Stored data entries
import { AnalysisError } from './analysis-error';
import { inRange, lengthFromZero, notNegative, positiveLength } from './check-input';
import { checkedProfile, positivePart, segmentsOf, type Segment } from './profile';
import type { ConcreteRun, FootingConcrete, ProfilePoint } from './types';
import { CUBIC_METRES_PER_CUBIC_YARD, NM3_PER_CUBIC_METRE, type Nm } from './units';

/** Both profiles of a run must begin and end together, to a micrometre. */
const TOGETHER: Nm = 1_000;

interface Thickness {
  from: Nm;
  to: Nm;
  /** Just after `from`, and just before `to`. */
  first: Nm;
  last: Nm;
}

/** A profile read from left to right, one straight piece at a time. */
function heightReader(profile: readonly ProfilePoint[]): (from: Nm, to: Nm) => { first: Nm; last: Nm } {
  const pieces = segmentsOf(profile).filter(({ length }) => length > 0);
  let piece = 0;
  const heightOn = ({ from, to, length }: Segment, station: Nm) => {
    if (station <= from.station) return from.elevation;
    return station >= to.station
      ? to.elevation
      : from.elevation + (to.elevation - from.elevation) * ((station - from.station) / length);
  };
  return (from, to) => {
    while (piece < pieces.length - 1 && (pieces[piece]?.to.station ?? 0) <= from) piece += 1;
    const on = pieces[piece];
    return on ? { first: heightOn(on, from), last: heightOn(on, to) } : { first: 0, last: 0 };
  };
}

/** Top less subgrade between all breakpoints of either. */
function thicknesses(subgrade: readonly ProfilePoint[], top: readonly ProfilePoint[]): Thickness[] {
  const stations = [...new Set([...subgrade, ...top].map(({ station }) => station))].sort((a, b) => a - b);
  const under = heightReader(subgrade);
  const over = heightReader(top);
  return stations.slice(1).map((to, index) => {
    const from = stations[index] ?? to;
    const low = under(from, to);
    const high = over(from, to);
    return { from, to, first: high.first - low.first, last: high.last - low.last };
  });
}

/** Heights of the vertical steps of a profile, by station. */
function stepsOf(profile: readonly ProfilePoint[]): Map<Nm, Nm> {
  const steps = new Map<Nm, Nm>();
  for (const { from, to, length } of segmentsOf(profile)) {
    if (length === 0) steps.set(to.station, (steps.get(to.station) ?? 0) + to.elevation - from.elevation);
  }
  return steps;
}

/** nm² of riser seen from the side: as high as the step and as thick as the footing is deep. */
function riserArea(steps: Iterable<Nm>, planThickness: Nm): number {
  let area = 0;
  for (const height of steps) area += Math.abs(height) * planThickness;
  return area;
}

/** Both ends of every straight piece; the far end of one and the near end of the next are one place unless a step lies there. */
function thinPlaces(run: ConcreteRun, pieces: readonly Thickness[], limit: Nm): FootingConcrete['thin'] {
  const ends = pieces.flatMap(({ from, to, first, last }) => [
    { run: run.id, station: from, thickness: first },
    { run: run.id, station: to, thickness: last },
  ]);
  return ends.filter(
    ({ station, thickness }, index) =>
      thickness < limit && !(ends[index - 1]?.station === station && ends[index - 1]?.thickness === thickness),
  );
}

function checkedRun(run: ConcreteRun): ConcreteRun {
  const subgrade = checkedProfile(`subgrade of ${run.id}`, run.subgrade);
  const top = checkedProfile(`top of ${run.id}`, run.top);
  const ends = [subgrade[0], subgrade.at(-1), top[0], top.at(-1)].map((point) => point?.station);
  const [subgradeStart, subgradeEnd, topStart, topEnd] = ends;
  if (subgradeStart === undefined || subgradeEnd === undefined || topStart === undefined || topEnd === undefined) {
    throw new AnalysisError('profile-empty', `Run ${run.id} lacks a profile.`, { run: run.id });
  }
  if (Math.abs(subgradeStart - topStart) > TOGETHER || Math.abs(subgradeEnd - topEnd) > TOGETHER) {
    throw new AnalysisError('profiles-do-not-cover', `Subgrade and top of ${run.id} do not cover the same length.`, {
      run: run.id,
    });
  }
  return {
    id: run.id,
    width: positiveLength(`width of ${run.id}`, run.width),
    planThickness: positiveLength(`plan thickness of ${run.id}`, run.planThickness),
    subgrade,
    top,
  };
}

/**
 * Concrete of a footing from its subgrade to its top, in cubic metres.
 *
 * Profiles run on the footing's centre line, mitre to mitre, so that width × length counts each corner once; a butting strip starts at the
 * other's face. Thickness is top − subgrade, linear between the breakpoints of both profiles, negative thickness counting 0, integrated exactly.
 * A step of the top has a riser, as high as the step and as thick as the footing is deep: added to the plan volume, and to the dug one where
 * both profiles step at one place; where the subgrade steps elsewhere, the riser is already between them.
 * `sideBulge` is extra mean width on each side as dug; `waste` a fraction, 0.05 for 5 %. `thin` are the breakpoints where thickness < plan − thinBy.
 * @throws AnalysisError as for profiles; 'profile-empty' | 'profiles-do-not-cover' | 'fraction-over-one' (details run or waste)
 */
export function footingConcrete(runs: ConcreteRun[], options: { waste: number; sideBulge: Nm; thinBy: Nm }): FootingConcrete {
  const waste = notNegative('waste', options.waste);
  if (waste > 1) throw new AnalysisError('fraction-over-one', 'Waste is a fraction of the volume: 0.05 for 5 %.', { waste });
  const bulge = 2 * lengthFromZero('sideBulge', options.sideBulge);
  const thinBy = lengthFromZero('thinBy', options.thinBy);
  let plan = 0;
  let dug = 0;
  const thin: FootingConcrete['thin'] = [];
  for (const run of runs.map(checkedRun)) {
    const pieces = thicknesses(run.subgrade, run.top);
    const topSteps = stepsOf(run.top);
    const subgradeSteps = stepsOf(run.subgrade);
    const together = [...topSteps].filter(([station]) => subgradeSteps.has(station)).map(([, height]) => height);
    const length = (run.top.at(-1)?.station ?? 0) - (run.top[0]?.station ?? 0);
    plan += (length * run.planThickness + riserArea(topSteps.values(), run.planThickness)) * run.width;
    const side = pieces.reduce((sum, { from, to, first, last }) => sum + positivePart(first, last, to - from).area, 0);
    dug += (side + riserArea(together, run.planThickness)) * (run.width + bulge);
    thin.push(...thinPlaces(run, pieces, run.planThickness - thinBy));
  }
  const asDugVolume = inRange('asDugVolume', dug / NM3_PER_CUBIC_METRE);
  return {
    planVolume: inRange('planVolume', plan / NM3_PER_CUBIC_METRE),
    asDugVolume,
    orderVolume: inRange('orderVolume', asDugVolume * (1 + waste)),
    thin,
  };
}

/** Cubic yards of a volume in cubic metres; 1 yd³ = 0.9144³ m³ exactly. @throws AnalysisError 'not-finite' */
export function cubicYards(cubicMetres: number): number {
  return inRange('cubic yards', notNegative('volume', cubicMetres) / CUBIC_METRES_PER_CUBIC_YARD);
}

**Your task**
Please print the records above exactly from their first line. End with the line containing "while (piece <", and include it.

**Solution to this task**
import { AnalysisError } from './analysis-error';
import { inRange, lengthFromZero, notNegative, positiveLength } from './check-input';
import { checkedProfile, positivePart, segmentsOf, type Segment } from './profile';
import type { ConcreteRun, FootingConcrete, ProfilePoint } from './types';
import { CUBIC_METRES_PER_CUBIC_YARD, NM3_PER_CUBIC_METRE, type Nm } from './units';

/** Both profiles of a run must begin and end together, to a micrometre. */
const TOGETHER: Nm = 1_000;

interface Thickness {
  from: Nm;
  to: Nm;
  /** Just after `from`, and just before `to`. */
  first: Nm;
  last: Nm;
}

/** A profile read from left to right, one straight piece at a time. */
function heightReader(profile: readonly ProfilePoint[]): (from: Nm, to: Nm) => { first: Nm; last: Nm } {
  const pieces = segmentsOf(profile).filter(({ length }) => length > 0);
  let piece = 0;
  const heightOn = ({ from, to, length }: Segment, station: Nm) => {
    if (station <= from.station) return from.elevation;
    return station >= to.station
      ? to.elevation
      : from.elevation + (to.elevation - from.elevation) * ((station - from.station) / length);
  };
  return (from, to) => {
    while (piece < pieces.length - 1 && (pieces[piece]?.to.station ?? 0) <= from) piece += 1;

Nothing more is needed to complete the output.